The state of things


by Paul William Tenny

I hope everyone enjoyed their long holiday weekend. I didn't bother posting anything since most people were going to be traveling or away from their computers, plus, there wasn't hardly any news to post anyway. Of the things that have happened, I'll catch up you up.

I forgot to do the weekend box office preview, I discovered a problem with Yahoo!'s email system that can prevent people from registering accounts for commenting, and Rupert Murdock is still a douchebag intent on indoctrinating not only the United States, but the entire world into the neo-con culture. Still interested?
Firstly, somebody tried to register an account for commenting here three times on Sunday that has btinternet as their ISP. All three confirmation messages that my software sent out were instantly bounced back by Yahoo! due to some form of parental control over the email account that will not allow you to receive messages from someone who isn't in your address book. My own personal attempts to contact this person failed as well.

This form of draconian control is a great way to keep a child safe, but not a teenager. It's also not consistent with SMTP and is probably one of many reasons why people should simply blacklist Yahoo! permanently until they come into compliance with mail transfer protocols that are like 20+ years old. That said, whoever you are, you can get squared away by adding system@mediapundit.net to your address book, then trying to get another confirmation code, or adding my own email address to your book - pwtenny@gmail.com - and sending me a note so we can talk.

Saving that, you can of course simply post a comment anonymously, which despite what it says, still allows you to post with a nickname. Sorry for the trouble, but as usual, it's totally your parents fault. I'll add a note to the registration page this week to warn people about this.

As for the strike, both sides returned to the table today and depending on who you talk to, this thing might be over before the month is through. It also may completely fall apart in the next 1.5 seconds. Your mileage may vary.

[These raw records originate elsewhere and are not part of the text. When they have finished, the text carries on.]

//! Dense linear algebra helpers: a diagonally scaled Cholesky factor with a clear error when a
//! matrix is not positive definite, and triangular solves through LAPACK.

use crate::error::{Error, Result};
use ndarray::{Array1, Array2, Axis};
use ndarray_linalg::{Cholesky, Diag, SolveTriangular, UPLO};

extern "C" {
    fn openblas_set_num_threads(n: std::ffi::c_int);
}

/// Make OpenBLAS single-threaded (once per process). The engine parallelises over pulsars and
/// trials with rayon; letting every BLAS call spawn its own threads on top oversubscribes the
/// cores (common practice for task-parallel code over a threaded BLAS).
pub fn single_threaded_blas() {
    static ONCE: std::sync::Once = std::sync::Once::new();
    // SAFETY: a plain setter of OpenBLAS's thread count, called before any parallel BLAS use.
    ONCE.call_once(|| unsafe { openblas_set_num_threads(1) });
}

/// Cholesky factor of a symmetric positive-definite S, computed as S = D L L^T D with
/// D = diag(S)^(1/2). Scaling by the diagonal (Jacobi equilibration, Golub & Van Loan 2013,
/// sec. 3.5.2) leaves the answer unchanged and keeps badly scaled blocks (timing model next to
/// red-noise priors) well conditioned for the factorisation.
pub struct ScaledCholesky {
    /// Lower-triangular factor of the scaled matrix.
    l: Array2<f64>,
    /// D^-1 = diag(S)^(-1/2).
    dinv: Array1<f64>,
}

impl ScaledCholesky {
    /// Factor `s`; `what` names the matrix in the error.
    pub fn new(s: &Array2<f64>, what: &str) -> Result<Self> {
        let n = s.nrows();
        let mut dinv = Array1::zeros(n);
        for i in 0..n {
            let d = s[[i, i]];
            if !(d.is_finite() && d > 0.0) {
                return Err(Error::NotPositiveDefinite {
                    what: what.to_string(),
                    pivot: i + 1,
                });
            }
            dinv[i] = 1.0 / d.sqrt();
        }
        let mut scaled = s.clone();
        for ((i, j), v) in scaled.indexed_iter_mut() {
            *v *= dinv[i] * dinv[j];
        }
        let l = scaled.cholesky(UPLO::Lower).map_err(|e| {
            let pivot = match e {
                ndarray_linalg::error::LinalgError::Lapack(
                    lax::error::Error::LapackComputationalFailure { return_code },
                ) => return_code.max(0) as usize,
                _ => 0,
            };
            Error::NotPositiveDefinite {
                what: what.to_string(),
                pivot,
            }
        })?;
        Ok(ScaledCholesky { l, dinv })
    }

    /// L^-1 D^-1 b, so that b^T S^-1 c = (whiten b)^T (whiten c).
    pub fn whiten(&self, b: &Array2<f64>) -> Array2<f64> {
        let mut scaled = b.clone();
        for (mut row, &d) in scaled.axis_iter_mut(Axis(0)).zip(self.dinv.iter()) {
            row *= d;
        }
        self.l
            .solve_triangular(UPLO::Lower, Diag::NonUnit, &scaled)
            .expect("triangular solve of a valid factor")
    }

    /// log det S.
    pub fn log_det(&self) -> f64 {
        let ll: f64 = self.l.diag().iter().map(|v| 2.0 * v.ln()).sum();
        let dd: f64 = self.dinv.iter().map(|v| -2.0 * v.ln()).sum();
        ll + dd
    }
}

/// Lower Cholesky factor of a (well-scaled) symmetric positive-definite matrix.
pub fn cholesky_lower(s: &Array2<f64>, what: &str) -> Result<Array2<f64>> {
    s.cholesky(UPLO::Lower)
        .map_err(|_| Error::NotPositiveDefinite {
            what: what.to_string(),
            pivot: 0,
        })
}
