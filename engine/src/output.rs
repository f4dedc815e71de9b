//! Output: every file is written to a temporary name and renamed into place, so an interrupted
//! or failed run never leaves a partial file behind; a command's files form one set
//! ([`OutputSet`]): staged, moved into place together, closed by a manifest of their SHA-256
//! hashes that readers check ([`check_manifest`]), under an exclusive lock of the folder.

use crate::error::{Error, Result};
use std::io::Write;
use std::path::{Path, PathBuf};

/// Create `dir` (and parents) if it does not exist.
pub fn ensure_dir(dir: &Path) -> Result<()> {
    std::fs::create_dir_all(dir).map_err(|e| Error::io(dir, e))
}

/// Write `bytes` to `path` atomically (temporary sibling, fsync, rename).
pub fn write_atomic(path: &Path, bytes: &[u8]) -> Result<()> {
    let dir = path.parent().filter(|p| !p.as_os_str().is_empty());
    if let Some(d) = dir {
        ensure_dir(d)?;
    }
    let tmp = temporary_name(path);
    let result = (|| -> std::io::Result<()> {
        let mut f = std::fs::File::create(&tmp)?;
        f.write_all(bytes)?;
        f.sync_all()?;
        std::fs::rename(&tmp, path)
    })();
    if let Err(e) = result {
        let _ = std::fs::remove_file(&tmp);
        return Err(Error::io(path, e));
    }
    Ok(())
}

/// Write a value as pretty JSON (with a final newline), atomically.
pub fn write_json<T: serde::Serialize>(path: &Path, value: &T) -> Result<()> {
    let mut text = serde_json::to_string_pretty(value).map_err(|e| Error::NonFinite {
        what: format!("{} ({e})", path.display()),
    })?;
    text.push('\n');
    write_atomic(path, text.as_bytes())
}

fn temporary_name(path: &Path) -> PathBuf {
    let name = path
        .file_name()
        .map(|n| n.to_string_lossy().into_owned())
        .unwrap_or_default();
    path.with_file_name(format!(".{name}.{}.tmp", std::process::id()))
}

/// Format a float so that it reads back to the same f64 (shortest round-trip form).
pub fn fmt_f64(x: f64) -> String {
    format!("{x:?}")
}

/// A CSV table from rows of a plain struct type (`T`'s fields are its columns, in order), with
/// every `f64` in the round-trip form of [`fmt_f64`] (csv's own float form differs for some
/// magnitudes), integers and strings as they are, `None` as an empty cell. The header is
/// written even when there are no rows. This is the one writer of the engine's tables whose
/// floats must read back bit for bit; [`read_csv`] reads them with the same `T`.
pub fn csv_table<T: serde::Serialize + serde::de::DeserializeOwned>(
    rows: &[T],
    what: &str,
) -> Result<Vec<u8>> {
    let bad = |e: String| Error::NonFinite {
        what: format!("{what} ({e})"),
    };
    let mut w = csv::Writer::from_writer(Vec::new());
    w.write_record(csv_columns::<T>())
        .map_err(|e| bad(e.to_string()))?;
    let mut cells = Vec::new();
    for r in rows {
        cells.clear();
        r.serialize(round_trip::Row(&mut cells))
            .map_err(|e| bad(e.to_string()))?;
        w.write_record(&cells).map_err(|e| bad(e.to_string()))?;
    }
    w.into_inner().map_err(|e| bad(e.to_string()))
}
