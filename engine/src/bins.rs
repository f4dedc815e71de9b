//! Angular binning of pair correlations for the angular-correlation figure: inverse-variance
//! weighted means of rho in bins of separation (Chamberlin et al. 2015). Bins are correlated
//! once a signal is present (Allen & Romano 2023): their `sigma` is the independent-pair error
//! bar; the full covariance and the fit of the Hellings-Downs curve to the bins are in
//! bin_covariance.rs.

use crate::optimal::PairCorrelations;
use crate::orf::hellings_downs;

/// How bin edges are chosen.
#[derive(Clone, Copy, Debug, PartialEq, Eq, serde::Serialize)]
#[serde(rename_all = "kebab-case")]
pub enum Binning {
    /// Each bin holds (as nearly as possible) the same number of pairs.
    EqualCount,
    /// Bins of equal width in angle over 0-180 deg.
    EqualWidth,
}

/// One angular bin: a row of `bins.csv` (written and read with this type).
#[derive(Clone, Debug, PartialEq, serde::Serialize, serde::Deserialize)]
pub struct Bin {
    pub angle_lo_deg: f64,
    pub angle_hi_deg: f64,
    /// Weighted mean angle of the bin's pairs.
    pub angle_mean_deg: f64,
    pub n_pairs: usize,
    /// sum(rho / sigma^2) / sum(1 / sigma^2).
    pub rho: f64,
    /// (sum 1 / sigma^2)^(-1/2).
    pub sigma: f64,
    /// The weighted mean of the Hellings-Downs value over the bin's pairs (what rho / A^2
    /// should be for a background).
    pub hd: f64,
}

/// Bin the pairs into `n_bins` bins.
pub fn bin_pairs(pairs: &PairCorrelations, n_bins: usize, binning: Binning) -> Vec<Bin> {
    let angles: Vec<f64> = pairs.angle.iter().map(|a| a.to_degrees()).collect();
    bin_groups(pairs, n_bins, binning)
        .into_iter()
        .map(|(lo, hi, idx)| {
            let (mut sw, mut swr, mut swa, mut swg) = (0.0, 0.0, 0.0, 0.0);
            for &i in &idx {
                let w = 1.0 / (pairs.sigma[i] * pairs.sigma[i]);
                sw += w;
                swr += w * pairs.rho[i];
                swa += w * angles[i];
                swg += w * hellings_downs(pairs.cos_angle[i]);
            }
            Bin {
                angle_lo_deg: lo,
                angle_hi_deg: hi,
                angle_mean_deg: swa / sw,
                n_pairs: idx.len(),
                rho: swr / sw,
                sigma: sw.powf(-0.5),
                hd: swg / sw,
            }
        })
        .collect()
}

/// The bins of [`bin_pairs`] as (lower edge, upper edge, indices of the bin's pairs), for the
/// covariance of the binned correlations (bin_covariance.rs).
pub fn bin_groups(
    pairs: &PairCorrelations,
    n_bins: usize,
    binning: Binning,
) -> Vec<(f64, f64, Vec<usize>)> {
    let n = pairs.len();
    if n == 0 || n_bins == 0 {
        return Vec::new();
    }
    let angles: Vec<f64> = pairs.angle.iter().map(|a| a.to_degrees()).collect();
    let mut order: Vec<usize> = (0..n).collect();
    order.sort_by(|&i, &j| angles[i].total_cmp(&angles[j]));
    let groups: Vec<(f64, f64, Vec<usize>)> = match binning {
        Binning::EqualCount => {
            let nb = n_bins.min(n);
            (0..nb)
                .map(|k| {
                    let lo = k * n / nb;
                    let hi = (k + 1) * n / nb;
                    let idx = order[lo..hi].to_vec();
                    let a_lo = if k == 0 {
                        0.0
                    } else {
                        midpoint(&angles, &order, lo)
                    };
                    let a_hi = if k + 1 == nb {
                        180.0
                    } else {
                        midpoint(&angles, &order, hi)
                    };
                    (a_lo, a_hi, idx)
                })
                .collect()
        }
        Binning::EqualWidth => {
            let w = 180.0 / n_bins as f64;
            let mut g: Vec<(f64, f64, Vec<usize>)> = (0..n_bins)
                .map(|k| (k as f64 * w, (k + 1) as f64 * w, Vec::new()))
                .collect();
            for &i in &order {
                let k = ((angles[i] / w) as usize).min(n_bins - 1);
                g[k].2.push(i);
            }
            g.retain(|x| !x.2.is_empty());
            g
        }
    };
    groups
}

fn midpoint(angles: &[f64], order: &[usize], k: usize) -> f64 {
    0.5 * (angles[order[k - 1]] + angles[order[k]])
}
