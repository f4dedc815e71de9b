//! Time-domain simulation of residuals (docs/simulation.md): white noise with ECORR, red and
//! chromatic noise from Fourier coefficients drawn from their power-law priors, a common
//! background correlated across pulsars, then the timing model fitted out by weighted least
//! squares as a timing package would.

use crate::basis::{chromatic_scale, ecorr_epochs, fourier_basis, timing_model, ECORR_EPOCH_GAP_S};
use crate::constants::SECONDS_PER_DAY;
use crate::error::{Error, Result};
use crate::linalg::PsdRoot;
use crate::noise::NoiseModel;
use crate::orf::pattern_matrix;
use crate::output::{fmt_f64, write_atomic};
use crate::release::{Pulsar, ResidualRow};
use crate::rng::{stream, Purpose};
use crate::scenario::{BackgroundPattern, BackgroundSpec, Layout, SimulationSpec};
use crate::spectrum::{power_law_phi, PowerLaw};
use ndarray::{Array1, Array2};
use ndarray_linalg::Solve;
use rand::Rng;
use rand_distr::StandardNormal;
use rayon::prelude::*;
use serde::Serialize;
use std::collections::BTreeMap;
use std::fmt::Write as _;
use std::path::Path;

/// The index of item `k` of realization `realization` in a generator family.
pub fn item(realization: u64, k: u64) -> u64 {
    (realization << 24) | (k & 0xff_ffff)
}

/// The frequency ladder of a simulation: f_j = j / (span_factor T_span),
/// j = 1 .. n_frequencies * span_factor, and its spacing.
pub fn simulation_ladder(sim: &SimulationSpec, t_span: f64) -> (Vec<f64>, f64) {
    let t_sim = t_span * sim.span_factor as f64;
    let n = sim.n_frequencies * sim.span_factor;
    ((1..=n).map(|j| j as f64 / t_sim).collect(), t_sim)
}

/// A square root L with L L^T = G of a symmetric positive semi-definite pattern matrix
/// ([`PsdRoot`], so rank-deficient monopole and dipole matrices work).
pub fn pattern_root(g: &Array2<f64>) -> Result<Array2<f64>> {
    PsdRoot::new(g, "the background's correlation matrix").map(PsdRoot::into_factor)
}

/// What to put into simulated residuals.
#[derive(Clone, Copy, Debug)]
pub struct Ingredients<'a> {
    pub noise: &'a NoiseModel,
    pub background: Option<BackgroundSpec>,
    pub simulation: SimulationSpec,
    /// Include white noise, intrinsic red and DM noise (false: background only).
    pub include_noise: bool,
}

/// Simulate one realization of the residuals of every pulsar (timing model fitted out). The
/// generators are keyed by (seed, purpose, realization, pulsar), so the result does not depend on
/// the number of threads.
pub fn simulate_residuals(
    pulsars: &[Pulsar],
    t0_mjd: f64,
    t_span: f64,
    what: Ingredients,
    seed: u64,
    purpose: Purpose,
    realization: u64,
) -> Result<Vec<Vec<f64>>> {
    crate::linalg::single_threaded_blas();
    let (ladder, t_sim) = simulation_ladder(&what.simulation, t_span);
    let n_psr = pulsars.len();
    let n_c = 2 * ladder.len();
    // Background coefficients: for each frequency and quadrature, c ~ N(0, phi(f) G).
    let mut bg = Array2::<f64>::zeros((n_psr, n_c));
    if let Some(b) = what
        .background
        .filter(|b| b.pattern != BackgroundPattern::None)
    {
        let a2 = 10f64.powf(2.0 * b.log10_amplitude);
        let root = match b.pattern.pattern() {
            Some(p) => {
                let dirs: Vec<_> = pulsars.iter().map(|p| p.direction).collect();
                let g = Array2::from_shape_vec((n_psr, n_psr), pattern_matrix(p, &dirs))
                    .expect("square");
                Some(pattern_root(&g)?)
            }
            None => None,
        };
        let mut r = stream(seed, Purpose::Background, item(realization, 0));
        for c in 0..n_c {
            let f = ladder[c / 2];
            let sd = power_law_phi(a2, b.spectral_index, f, t_sim).sqrt();
            let z: Array1<f64> = (0..n_psr)
                .map(|_| r.sample::<f64, _>(StandardNormal))
                .collect();
            let col = match &root {
                Some(l) => l.dot(&z),
                None => z,
            };
            for a in 0..n_psr {
                bg[[a, c]] = sd * col[a];
            }
        }
    }
    pulsars
        .par_iter()
        .enumerate()
        .map(|(a, p)| {
            let t: Vec<f64> = p
                .mjd
                .iter()
                .map(|m| (m - t0_mjd) * SECONDS_PER_DAY)
                .collect();
            let mut rng = stream(seed, purpose, item(realization, 1 + a as u64));
            let pn = what.noise.pulsar(&p.label);
            let mut achromatic = bg.row(a).to_owned();
            let mut chromatic = Array1::<f64>::zeros(n_c);
            let mut r = vec![0.0; p.n_toa()];
            if what.include_noise {
                let draw = |rng: &mut rand_chacha::ChaCha8Rng,
                            law: PowerLaw,
                            out: &mut Array1<f64>| {
                    let a2 = law.amplitude().powi(2);
                    for c in 0..n_c {
                        let sd = power_law_phi(a2, law.spectral_index, ladder[c / 2], t_sim).sqrt();
                        out[c] += sd * rng.sample::<f64, _>(StandardNormal);
                    }
                };
                if let Some(red) = pn.red {
                    draw(&mut rng, red.power_law(), &mut achromatic);
                }
                if let Some(dm) = pn.dm {
                    draw(&mut rng, dm.power_law(), &mut chromatic);
                }
                let whites: Vec<_> = p.backends.iter().map(|b| pn.white_for(b)).collect();
                for i in 0..p.n_toa() {
                    let w = &whites[p.backend[i]];
                    let sd = ((w.efac * p.sigma[i]).powi(2) + w.equad().powi(2)).sqrt();
                    r[i] += sd * rng.sample::<f64, _>(StandardNormal);
                }
                let use_ecorr: Vec<bool> = whites.iter().map(|w| w.ecorr().is_some()).collect();
                if use_ecorr.iter().any(|&u| u) {
                    for (b, idx) in ecorr_epochs(&t, &p.backend, &use_ecorr, ECORR_EPOCH_GAP_S) {
                        let j =
                            whites[b].ecorr().unwrap_or(0.0) * rng.sample::<f64, _>(StandardNormal);
                        for i in idx {
                            r[i] += j;
                        }
                    }
                }
            }
            let basis = fourier_basis(&t, &ladder);
            let ach = basis.dot(&achromatic);
            let chr = basis.dot(&chromatic);
            let scale = chromatic_scale(&p.freq_mhz);
            for i in 0..p.n_toa() {
                r[i] += ach[i] + scale[i] * chr[i];
            }
            fit_out_timing_model(p, &t, &mut r)?;
            Ok(r)
        })
        .collect()
}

All three of the top democratic candidates for President have said they won't cross the picket line at CBS news, if and when the newsies actually call a strike which has already been authorized. CBS is perhaps one of the worst offenders I've ever heard of - these jokers made a contract offer a couple of years ago and said if the news writers didn't like it, they could stick it. The news writers didn't like it, but stood up like adults and stayed on the job for 2.5 years trying to work out a fair deal.

CBS would have none of it, and are about to lose all of their news writers because of it. Big media greed and arrogance is why things like this happen, people. I hate to make a partisan political statement here, but Republicans are the party of big media and big business. When you vote for the, you get things like this, and will keep getting more of it until they learn that people come before big business.

Shows are going to start running out of new episodes very soon - Heroes only has 2 left, including tonight. Even if the strike was settled this week, it'd be too late to prevent a lot of these shows from going into reruns, at least for a while.

Speaking of Heroes, I have to get going so I can post a few more things before it starts. More stuff later.


Update: Forgot, the thing about Murdoch.  Apparently Rupert really wants to turn Sky News into a partisan extension of the American Republican party in the worst way, but his son and the people who work there won't let him ruin their reputations and invalidate every single word they say on the air by lying, scheming, distorting the truth, and reporting their opinion as a substitution for fact.

According to evidence given by the media mogul to a British parliamentary committee, the only reason that Sky News is not more like Fox News is that “nobody at Sky listens to me.”

But in a conversation with Norman Fowler, chairman of the communications committee of the House of Lords, the U.K. parliament’s upper house, Murdoch said he’d like Sky News to be more like Fox News to make it “a proper alternative to the BBC.” This, presumably, was a reference to the media owner’s belief that BBC News contains an inherent liberal bias.

Have you ever noticed how you never hear crap like that coming out of mouths of actual liberals? You never hear them say "Gee, when I'm going to be President, I'm going to stuff the Supreme Court with liberals just like me!" You don't hear them demanding liberal alternatives to conservative commentators - they want actually fair and balanced content that calls it down the middle. Conservatives aren't like that.

They want bias, bias in their favor, and hate anything and everything that doesn't toe the line - their line. Perhaps not all of them, but it doesn't take all of them. It only takes a precious few who sit at the top of the power structure. People like Murdoch.

Something to think about, my British friends. Do you want this man to poison your culture and your news like he did ours?